See how DeepMind play games with reinforcement learning

Source: Internet
Author: User

Introduction

Speaking of the coolest branch of machine learning, deep learning and reinforcement Learning (hereinafter referred to as DL and RL). These two are not only in the actual application of the cool, in the machine learning theory also has a good performance. DeepMind staff and the essence of the two, in the Stella Simulator to allow the machine to play their own 7 Atari 2600 of the game, the result is playing out of the Americas, into the world, beyond the limits of species. Not only overcame other robots, but even surpassed the human game experts in 3 of these games. Oh, forget to say, Atari 2600 is the 80 's popular American game machine, of course you will not like it now. What does it look like? Play the hottest Flappy Bird right now!

Gossip less, look at the preparations. The first is a Atari 2600, which is estimated to have been found by developers rummaging through their parents ' waste disposal bins. Wait a minute, what's going on with the rust? The battery is not fit to say! Calm...... By Stella portrait to build a simulator, and even for academia dedicated to contribute to the arcade Learning environment, mother no longer need to worry about my research. Input information is the current screen of the simulator, output to the selection of rocker and button "a-b-b-a--up-down", academic point is the current state of the legal operation set. The goal, of course, is to win the game and score the more.
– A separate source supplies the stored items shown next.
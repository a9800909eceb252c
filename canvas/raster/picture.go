package raster

import (
	"image"

	"enfilade/canvas/paint"
)

// Picture draws a whole scene: its base and its overlay, at the size of its camera.
func Picture(s *paint.Scene) *image.RGBA {
	base := paint.Base(s)
	scene := *s
	scene.Drawing = base.Drawing
	var overlay paint.List
	paint.Overlay(&scene, &overlay)
	var f Frame
	return f.Draw(NewBase(base, s.Camera.W, s.Camera.H), &overlay)
}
And then it's playing games. As a cool and cool scientist, you will not play the game personally, of course, is also afraid of the boss found. However, if you want machines to play games, you have to figure out how humans play the game:

First, the game starts, stays at the initial moment. Then, the game scene starts to transform, the player eye captures the change of the picture, transmits the visual signal to the cerebral cortex for processing.

After that, the cortex transforms the visual signal into the semantic information of the game and, through experience guidance, maps the semantic information to the action that should be performed, and then transmits the signal to the body, such as the finger action, after the mapping. After the operation, the game scene into the next frame, the player gets a certain return, such as over the pass, or to eat gold coins. So loop until the game is over.
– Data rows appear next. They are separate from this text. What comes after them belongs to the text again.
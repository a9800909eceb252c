package sight

import (
	"slices"

	"enfilade/solver/exact"
	"enfilade/solver/mesh"
)

// piece is a stretch of border that ends cones: on the line from a (right) to b (left), between the directions r and l. A
// cut end lies where the line meets another one instead of on its direction.
type piece struct {
	kind       Kind
	a, b       exact.Pt
	r, l       exact.Vec
	cutR, cutL bool
	start, end Vertex // the cut ends
}

// span is a stretch of a ray along which something that stops sight is seen edge-on: from t0 to t1 of the ray's direction.
type span struct {
	t0, t1 fraction
}

type fraction struct{ num, den int64 } // den > 0

func (a fraction) compare(b fraction) int { return exact.CompareFractions(a.num, a.den, b.num, b.den) }

// assemble turns the hits into the ring of f.region.
func (f *Finder) assemble(eye exact.Pt, c *Clip) {
	f.region.reset(eye)
	// Walk the hits once around, from one that is a piece back to it.
	first := 0
	for f.hits[first].in < 0 {
		first++
	}
	if c.Range == nil {
		f.assembleWhole(eye, c, first)
	} else {
		f.assembleCut(eye, c, first)
	}
	f.region.canonical()
}

// side is a stretch of border as most are: on the line from a (right) to b (left), seen from direction r to l, all as offsets
// from the eye; onR and onL are 1 when it begins and ends at its corners.
type side struct {
	a, b, r, l exact.Vec
	onR, onL   int
}

// read makes s the side of hit h.
func (s *side) read(tris []mesh.Tri, h *hit, eye exact.Pt) {
	t, i := &tris[uint32(h.in)>>2], uint32(h.in&3)
	a, b := t.P[i].Sub(eye), t.P[after(i)].Sub(eye)
	s.onR, s.onL = one(h.r.Cross(a) == 0), one(h.l.Cross(b) == 0)
	s.a.X, s.a.Y, s.b.X, s.b.Y = a.X, a.Y, b.X, b.Y
	s.r.X, s.r.Y, s.l.X, s.l.Y = h.r.X, h.r.Y, h.l.X, h.l.Y
}

// one returns 1 for true.
func one(b bool) int {
	if b {
		return 1
	}
	return 0
}

// piece returns s in the form that the joiner works on.
func (s *side) piece(eye exact.Pt) piece {
	return piece{kind: Wall, a: eye.Add(s.a), b: eye.Add(s.b), r: s.r, l: s.l}
}

// assembleWhole strings hits together that no range cuts. Between most neighbours lies a corner that both meet at, or a ray
// from a corner to the wall behind it; everything else is left to the joiner.
func (f *Finder) assembleWhole(eye exact.Pt, c *Clip, first int) {
	j := joiner{f: f, eye: eye, clip: c}
	tris, hits := f.m.Tris, f.hits
	var sides [2]side // the side before and the one in hand, in turn
	sides[0].read(tris, &hits[first], eye)
	now := 0
	s := f.region.open(2 * len(hits))
	for k := range hits {
		if k += first + 1; k >= len(hits) {
			k -= len(hits)
		}
		h := &hits[k]
		if h.in < 0 {
			j.note(*h)
			continue
		}
		p := &sides[now&1]
		now ^= 1
		q := &sides[now&1]
		q.read(tris, h, eye)
		// One test: whether both sides have a corner here cannot be foretold, that they meet there can.
		apart := one((p.b.X^q.a.X)|(p.b.Y^q.a.Y) != 0)
		if p.onL|q.onR == 0 || p.onL&q.onR&apart != 0 || j.broken || len(f.spans) > 0 {
			f.region.close(s)
			pp, qq := p.piece(eye), q.piece(eye)
			j.join(&pp, &qq)
			s = f.region.open(2 * len(hits))
			continue
		}
		s.corner(p, q, &sides[(now^p.onL^1)&1])
	}
	f.region.close(s)
}

// corner adds the border from the end of p to the start of q, of which one is a corner, or both are the same: that corner,
// and where it hides a part of far, which is the other of the two, the point behind it. There are no branches in it, which
// nobody could foretell.
func (s *strip) corner(p, q, far *side) {
	w, dx, dy := far.b.Minus(far.a), p.l.X, p.l.Y
	num, den := far.a.Cross(w), int64(dx)*int64(w.Y)-int64(dy)*int64(w.X)
	t := float64(num) / float64(den)
	at, behind := s.n+1-p.onL, s.n+p.onL
	bx, by, gx, gy := p.b.X, p.b.Y, q.a.X, q.a.Y
	bent := one(int64(bx-p.a.X)*int64(q.b.Y-p.a.Y)-int64(by-p.a.Y)*int64(q.b.X-p.a.X) != 0)
	if p.onL != 0 {
		gx, gy = bx, by
	}
	// Field by field: a pair that was written in halves can be read whole only after both have reached the cache.
	v := &s.ring[behind]
	v.At.X, v.At.Y, v.Dir.X, v.Dir.Y, v.Num, v.Den = s.eye.X, s.eye.Y, dx, dy, num, den
	v = &s.ring[at]
	v.At.X, v.At.Y, v.Dir.X, v.Dir.Y, v.Num, v.Den = s.eye.X+gx, s.eye.Y+gy, 0, 0, 0, 1
	xy := &s.xy[behind]
	xy[0], xy[1] = t*float64(dx), t*float64(dy)
	xy = &s.xy[at]
	xy[0], xy[1] = float64(gx), float64(gy)
	two := p.onL ^ q.onR
	s.kinds[s.n], s.kinds[s.n+1] = Kind(two)*Occluding, Wall
	s.n += two + (two | bent)
}

// assembleCut strings hits together that the range may cut.
func (f *Finder) assembleCut(eye exact.Pt, c *Clip, first int) {
	j := joiner{f: f, eye: eye, clip: c}
	var begin, last piece
	for k := range f.hits {
		h := f.hits[(first+k)%len(f.hits)]
		if h.in < 0 {
			j.note(h)
			continue
		}
		f.pieces = f.pieces[:0]
		f.cutByRange(f.pieceOf(h), &j)
		for i, p := range f.pieces {
			if k == 0 && i == 0 {
				begin = p
			} else {
				j.join(&last, &p)
			}
			last = p
		}
	}
	j.join(&last, &begin)
}

func (f *Finder) pieceOf(h hit) piece {
	a, b := f.m.Ends(h.in)
	return piece{kind: Wall, a: a, b: b, r: h.r, l: h.l}
}

// addSpan notes that half-edge e is seen edge-on along direction d.
func (f *Finder) addSpan(eye exact.Pt, e mesh.Edge, d exact.Vec) {
	a, b := f.m.Ends(e)
	ta, tb := a.Sub(eye).Dot(d), b.Sub(eye).Dot(d)
	if ta > tb {
		ta, tb = tb, ta
	}
	den := d.Len2()
	f.spans = append(f.spans, span{fraction{max(ta, 0), den}, fraction{tb, den}})
}

// joiner strings pieces together.
type joiner struct {
	f      *Finder
	eye    exact.Pt
	clip   *Clip
	broken bool // the border runs through the eye between the two pieces
	split  int  // the spans before this one lie on the ray to the eye, the others on the ray from it
}

// note remembers what lies between two pieces.
func (j *joiner) note(h hit) {
	if h.in == breakEdge {
		j.broken, j.split = true, len(j.f.spans)
	} else {
		j.f.addSpan(j.eye, ^h.in, h.r)
	}
}

// join adds the border from the end of p to the start of q, and q's own border.
func (j *joiner) join(p, q *piece) {
	r, spans := &j.f.region, j.f.spans
	if j.broken {
		j.through(p, q)
	} else if p.cutL && q.cutR {
		r.add(q.start, q.kind)
	} else {
		end, start := p.endOn(j.eye, p.l), q.startOn(j.eye, p.l)
		te, ts := along(j.eye, end, p.l), along(j.eye, start, p.l)
		if te.compare(ts) == 0 {
			if p.kind != q.kind || exact.Area2(p.a, p.b, q.a) != 0 || exact.Area2(p.a, p.b, q.b) != 0 {
				r.add(start, q.kind)
			}
		} else {
			j.stretch(end, te, ts, p.l, spans, Occluding)
			r.add(start, q.kind)
		}
	}
	j.f.spans = spans[:0]
	j.broken, j.split = false, 0
}

// through adds the border from p to the eye and on to q.
func (j *joiner) through(p, q *piece) {
	r, spans := &j.f.region, j.f.spans
	zero := fraction{0, 1}
	end, start := p.endOn(j.eye, p.l), q.startOn(j.eye, q.r)
	in, out := Occluding, Occluding
	if j.clip.Sides && sameWay(p.l, j.clip.Left) {
		in = ClipSide
	}
	if j.clip.Sides && sameWay(q.r, j.clip.Right) {
		out = ClipSide
	}
	j.stretch(end, along(j.eye, end, p.l), zero, p.l, spans[:j.split], in)
	at, before := r.Len(), r.kinds[r.Len()-1]
	j.stretch(gridVertex(j.eye), zero, along(j.eye, start, q.r), q.r, spans[j.split:], out)
	if p.l.Cross(q.r) == 0 && p.l.Dot(q.r) < 0 && r.kinds[at] == before {
		r.drop(at) // a straight wall at the eye's back
	}
	r.add(start, q.kind)
}

// stretch adds the border along direction d from vertex v at t0 up to t1, where another vertex follows: base, and Wall
// where a span covers it.
func (j *joiner) stretch(v Vertex, t0, t1 fraction, d exact.Vec, spans []span, base Kind) {
	r := &j.f.region
	outward := t0.compare(t1) < 0
	slices.SortFunc(spans, func(a, b span) int {
		if outward {
			return a.t0.compare(b.t0)
		}
		return b.t1.compare(a.t1)
	})
	sign := 1
	if !outward {
		sign = -1
	}
	now, kind := t0, base
	r.add(v, base)
	for _, s := range spans {
		from, to := s.t0, s.t1
		if !outward {
			from, to = to, from
		}
		if from.compare(t1)*sign >= 0 || to.compare(now)*sign <= 0 {
			continue
		}
		if from.compare(now)*sign > 0 { // free up to the span
			if kind != base {
				r.add(j.onRay(d, now), base)
			}
			r.add(j.onRay(d, from), Wall)
		} else if kind == base { // the span covers the present point
			r.kinds[r.Len()-1] = Wall
		}
		kind, now = Wall, to
		if to.compare(t1)*sign >= 0 {
			return
		}
	}
	if kind != base {
		r.add(j.onRay(d, now), base)
	}
}

// onRay returns the vertex at t along direction d.
func (j *joiner) onRay(d exact.Vec, t fraction) Vertex { return Vertex{j.eye, d, t.num, t.den} }

// startOn returns where p starts on direction d, which is its own r or runs the same way.
func (p *piece) startOn(eye exact.Pt, d exact.Vec) Vertex {
	if p.cutR {
		return p.start
	}
	return p.meet(eye, d, p.a)
}

// endOn returns where p ends on direction d, which is its own l or runs the same way.
func (p *piece) endOn(eye exact.Pt, d exact.Vec) Vertex {
	if p.cutL {
		return p.end
	}
	return p.meet(eye, d, p.b)
}

// meet returns where direction d meets the line of p, which is end itself when that lies on the direction.
func (p *piece) meet(eye exact.Pt, d exact.Vec, end exact.Pt) Vertex {
	if d.Cross(end.Sub(eye)) == 0 {
		return gridVertex(end)
	}
	num, den := exact.Line{At: eye, Dir: d}.Meet(exact.Through(p.a, p.b))
	return Vertex{eye, d, num, den}
}

// along returns where v lies along direction d from the eye.
func along(eye exact.Pt, v Vertex, d exact.Vec) fraction {
	if v.OnGrid() {
		return fraction{v.At.Sub(eye).Dot(d), d.Len2()}
	}
	return fraction{v.Num, v.Den}
}

// sameWay reports whether a and b point the same way.
func sameWay(a, b exact.Vec) bool { return a.Cross(b) == 0 && a.Dot(b) > 0 }

// drop removes vertex i.
func (r *Region) drop(i int) {
	r.ring = slices.Delete(r.ring, i, i+1)
	r.kinds = slices.Delete(r.kinds, i, i+1)
	r.xy = slices.Delete(r.xy, i, i+1)
}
Think about this process, the things that happen inside the game are not what players need to think about, and the player can cover only the right half of the game loop. That is, input visual signal, output finger action. And the finger moves to the next frame scene, and the player gets rewarded is the game inside the process.

Now that you understand the human player's processes and break down parts of the game that actually require the player, the next step is to replace the human player with the machine. To differentiate, the machine player is usually referred to as the agent. Similar to the actions of human players, the agent is responsible for:

From the last frame return signal learn to play the game of knowledge, that is, experience (what kind of scene needs what operation)

Processing and understanding of visual signals (dimensionality reduction, high-level feature extraction)

Choose the right experience (action) based on experience and high level visual characteristics.

Action feedback to the game, that is, the player's manual part

So, the game is the more play the better, the human player so, agent also. Since the process has been portrayed, with the development of DL and RL, the real is not a problem. Below, first look at how the RL is to promote agent learning. Then we will talk about how the DL is reasonably placed into the RL learning framework, and how to play a role. Then, you will emphasize the difficulty of both in the game agent operation and how to solve the actual problem. Finally, to see how the agent game play. The summary involves the sublimation of the RL.

Contact Us

The content source of this page is from Internet, which doesn't represent Alibaba Cloud's opinion; products and services mentioned on that page don't have any relationship with Alibaba Cloud. If the content of the page makes you feel confusing, please write us an email, we will handle the problem within 5 days after receiving your email.

If you find any instances of plagiarism from the community, please send an email to: info-contact@alibabacloud.com and provide relevant evidence. A staff member will contact you within 5 working days.

A Free Trial That Lets You Build Big!

Start building with 50+ products and up to 12 months usage for Elastic Compute Service

  • Sales Support

    1 on 1 presale consultation

  • After-Sales Support

    24/7 Technical Support 6 Free Tickets per Quarter Faster Response

  • Alibaba Cloud offers highly flexible support services tailored to meet your exact needs.